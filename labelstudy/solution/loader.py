"""Entry points: :func:`load_solution` (paths) and :func:`read_solution_bytes` (uploads)."""

from __future__ import annotations

from pathlib import Path

from labelstudy.errors import SolutionImportError
from labelstudy.solution._build import (assemble, factors_from_table, items_from_table, meta_from_table,
                                        phi_from_table)
from labelstudy.solution._json import read_json
from labelstudy.solution._readers import read_delimited, read_workbook
from labelstudy.solution.model import Solution

__all__ = ["load_solution", "read_solution_bytes", "MAX_UPLOAD_BYTES"]

MAX_UPLOAD_BYTES = 20 * 1024 * 1024
_TEXT = {".csv": ",", ".tsv": "\t", ".txt": None, ".tab": "\t"}
_BOOK = {".xlsx", ".xlsm"}
_KNOWN = "an .xlsx workbook, a .json file, or .csv/.tsv tables"


def _kind(name: str) -> str:
    ext = Path(name).suffix.lower()
    if ext in _BOOK:
        return "xlsx"
    if ext == ".json":
        return "json"
    if ext in _TEXT:
        return "text"
    if ext == ".xls":
        raise SolutionImportError("old binary Excel files (.xls) are not read; save the workbook as "
                                  "Excel Workbook (.xlsx)", file=name)
    if ext == ".ods":
        raise SolutionImportError("OpenDocument spreadsheets (.ods) are not read; save as .xlsx or CSV",
                                  file=name)
    raise SolutionImportError(f"unknown file type {ext or '(no extension)'!r}: give {_KNOWN}", file=name)


def _read_bytes(path: Path) -> bytes:
    try:
        size = path.stat().st_size
        if size > MAX_UPLOAD_BYTES:
            raise SolutionImportError(f"the file is larger than {MAX_UPLOAD_BYTES // 2**20} MB; this is not "
                                      "a factor solution", file=str(path))
        return path.read_bytes()
    except FileNotFoundError:
        raise SolutionImportError("no such file", file=str(path)) from None
    except IsADirectoryError:
        raise SolutionImportError("this is a folder, not a file", file=str(path)) from None
    except OSError as e:
        raise SolutionImportError(f"the file cannot be read ({e.strerror or e})", file=str(path)) from None


def _side_table(path: Path, role: str):
    """Read a factors/phi/meta table from its own file (CSV/TSV, or a workbook's sheet of that name or
    its first sheet)."""
    kind = _kind(str(path))
    data = _read_bytes(path)
    if kind == "text":
        table, notes = read_delimited(data, str(path), preferred=_TEXT[path.suffix.lower()])
        return table, notes
    if kind == "xlsx":
        tables = read_workbook(data, str(path))
        return (tables.get(role) or tables["items"]), []
    raise SolutionImportError(f"a {role} table must be a .csv, .tsv or .xlsx file", file=str(path))


def _from_tables(items, factors, phi, meta, *, source: str, notes: list[str], require_text: bool,
                 workbook: bool) -> Solution:
    part = items_from_table(items, require_text=require_text, workbook=workbook)
    fac, fac_file = None, None
    if factors is not None:
        fac, more = factors_from_table(factors)
        notes = notes + more
        fac_file = factors.file
    phi_part = phi_from_table(phi) if phi is not None else None
    meta_d = meta_from_table(meta) if meta is not None else {}
    return assemble(part, fac, fac_file, phi_part, meta_d, source, notes)


def read_solution_bytes(data: bytes, filename: str, *, require_text: bool = True) -> Solution:
    """Read an uploaded solution: an .xlsx workbook, a .json file, or a single CSV/TSV items table.

    Parameters
    ----------
    data : bytes
        The file's content.
    filename : str
        The upload's name; its extension chooses the reader and it names the file in messages.
    require_text : bool
        Refuse a table without an item text column (``True``, for building a study), or let the item ids
        stand in with a note (``False``, for ``solution check``).

    Raises
    ------
    SolutionImportError
        For every problem with the file, naming file, row and column where there are some.
    """
    name = Path(str(filename)).name or "upload"
    kind = _kind(name)
    if len(data) > MAX_UPLOAD_BYTES:
        raise SolutionImportError(f"the file is larger than {MAX_UPLOAD_BYTES // 2**20} MB", file=name)
    return _parse(data, kind, name, require_text)


def _parse(data: bytes, kind: str, name: str, require_text: bool) -> Solution:
    if not data.strip():
        raise SolutionImportError("the file is empty", file=name)
    if kind == "json":
        return read_json(data, name, require_text=require_text)
    if kind == "xlsx":
        t = read_workbook(data, name)
        return _from_tables(t["items"], t["factors"], t["phi"], t["meta"], source=name, notes=[],
                            require_text=require_text, workbook=True)
    table, notes = read_delimited(data, name, preferred=_TEXT[Path(name).suffix.lower()])
    return _from_tables(table, None, None, None, source=name, notes=notes, require_text=require_text,
                        workbook=False)


def _in_dir(folder: Path, role: str) -> Path | None:
    for ext in (".csv", ".tsv", ".txt"):
        p = folder / f"{role}{ext}"
        if p.is_file():
            return p
    return None


def _sibling(items: Path, role: str) -> Path | None:
    for ext in (".csv", ".tsv", ".txt"):
        p = items.with_name(f"{items.stem}.{role}{ext}")
        if p.is_file():
            return p
    return None


def load_solution(path, *, factors=None, phi=None, meta=None, require_text: bool = True) -> Solution:
    """Read an EFA solution from a file or folder.

    Parameters
    ----------
    path : str or Path
        An .xlsx workbook (sheets items, factors, phi, meta), a .json file, a CSV/TSV items table (the
        sibling files ``<stem>.factors.csv``, ``<stem>.phi.csv``, ``<stem>.meta.csv`` are picked up), or a
        folder holding ``items.csv``, ``factors.csv``, ``phi.csv``, ``meta.csv`` (or ``.tsv``).
    factors, phi, meta : str or Path, optional
        Explicit table files; they replace sibling files and workbook sheets.
    require_text : bool
        See :func:`read_solution_bytes`.

    Raises
    ------
    SolutionImportError
        For every problem with the files, naming file, row and column where there are some.
    """
    path = Path(path)
    explicit = {"factors": factors, "phi": phi, "meta": meta}
    notes: list[str] = []
    if path.is_dir():
        items_path = _in_dir(path, "items")
        if items_path is None:
            raise SolutionImportError("the folder holds no items.csv (or items.tsv)", file=str(path))
        side = {role: Path(explicit[role]) if explicit[role] else _in_dir(path, role) for role in explicit}
    else:
        kind = _kind(path.name)
        items_path = path
        if kind in ("json", "xlsx") and not any(explicit.values()):
            return _parse(_read_bytes(path), kind, str(path), require_text)
        if kind == "json":
            raise SolutionImportError("a JSON solution holds its factors, phi and meta itself; "
                                      "separate table files cannot be added to it", file=str(path))
        if kind == "xlsx":
            book = read_workbook(_read_bytes(path), str(path))
            tables = {role: (_side_table(Path(explicit[role]), role)[0] if explicit[role] else book[role])
                      for role in explicit}
            return _from_tables(book["items"], tables["factors"], tables["phi"], tables["meta"],
                                source=str(path), notes=notes, require_text=require_text, workbook=True)
        side = {role: Path(explicit[role]) if explicit[role] else _sibling(path, role) for role in explicit}
        for role, p in side.items():
            if p is not None and not explicit[role]:
                notes.append(f"{role} read from {p.name}")
    items, more = read_delimited(_read_bytes(items_path), str(items_path),
                                 preferred=_TEXT.get(items_path.suffix.lower()))
    notes += more
    tables = {}
    for role, p in side.items():
        if p is None:
            tables[role] = None
            continue
        tables[role], more = _side_table(p, role)
        notes += more
    return _from_tables(items, tables["factors"], tables["phi"], tables["meta"], source=str(path),
                        notes=notes, require_text=require_text, workbook=False)
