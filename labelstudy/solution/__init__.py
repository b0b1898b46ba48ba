"""Import an exploratory factor analysis (EFA) solution and diagnose it before labelling.

A solution is four tables: ``items`` (item id, text, one loading column per factor, optional
reverse-keyed flag and extras such as h2/u2/com), ``factors`` (id, name, definition), ``phi`` (factor
correlations, optional) and ``meta`` (key/value, optional). They come as an .xlsx workbook, a .json file,
CSV/TSV files, or a folder of CSV files; see :func:`load_solution`. Every problem with a file is a
:class:`~labelstudy.errors.SolutionImportError` that names the file, the row and the column.
"""

from labelstudy.solution.diagnose import (FACTOR_FLAGS, ITEM_FLAGS, Diagnosis, Thresholds, diagnose)
from labelstudy.solution.loader import MAX_UPLOAD_BYTES, load_solution, read_solution_bytes
from labelstudy.solution.model import Factor, Item, Solution

__all__ = ["Item", "Factor", "Solution", "load_solution", "read_solution_bytes", "Thresholds",
           "Diagnosis", "diagnose", "ITEM_FLAGS", "FACTOR_FLAGS", "MAX_UPLOAD_BYTES"]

* * * * *

Transcribe the listing above line for line, from the first line to the line containing "def _kind(name: str)", inclusive, with no other lines.

Worked solution:
filename labelstudy/solution/loader.py
"""Entry points: :func:`load_solution` (paths) and :func:`read_solution_bytes` (uploads)."""

from __future__ import annotations

from pathlib import Path

from labelstudy.errors import SolutionImportError
from labelstudy.solution._build import (assemble, factors_from_table, items_from_table, meta_from_table,
                                        phi_from_table)
from labelstudy.solution._json import read_json
from labelstudy.solution._readers import read_delimited, read_workbook
from labelstudy.solution.model import Solution

__all__ = ["load_solution", "read_solution_bytes", "MAX_UPLOAD_BYTES"]

MAX_UPLOAD_BYTES = 20 * 1024 * 1024
_TEXT = {".csv": ",", ".tsv": "\t", ".txt": None, ".tab": "\t"}
_BOOK = {".xlsx", ".xlsm"}
_KNOWN = "an .xlsx workbook, a .json file, or .csv/.tsv tables"


def _kind(name: str) -> str:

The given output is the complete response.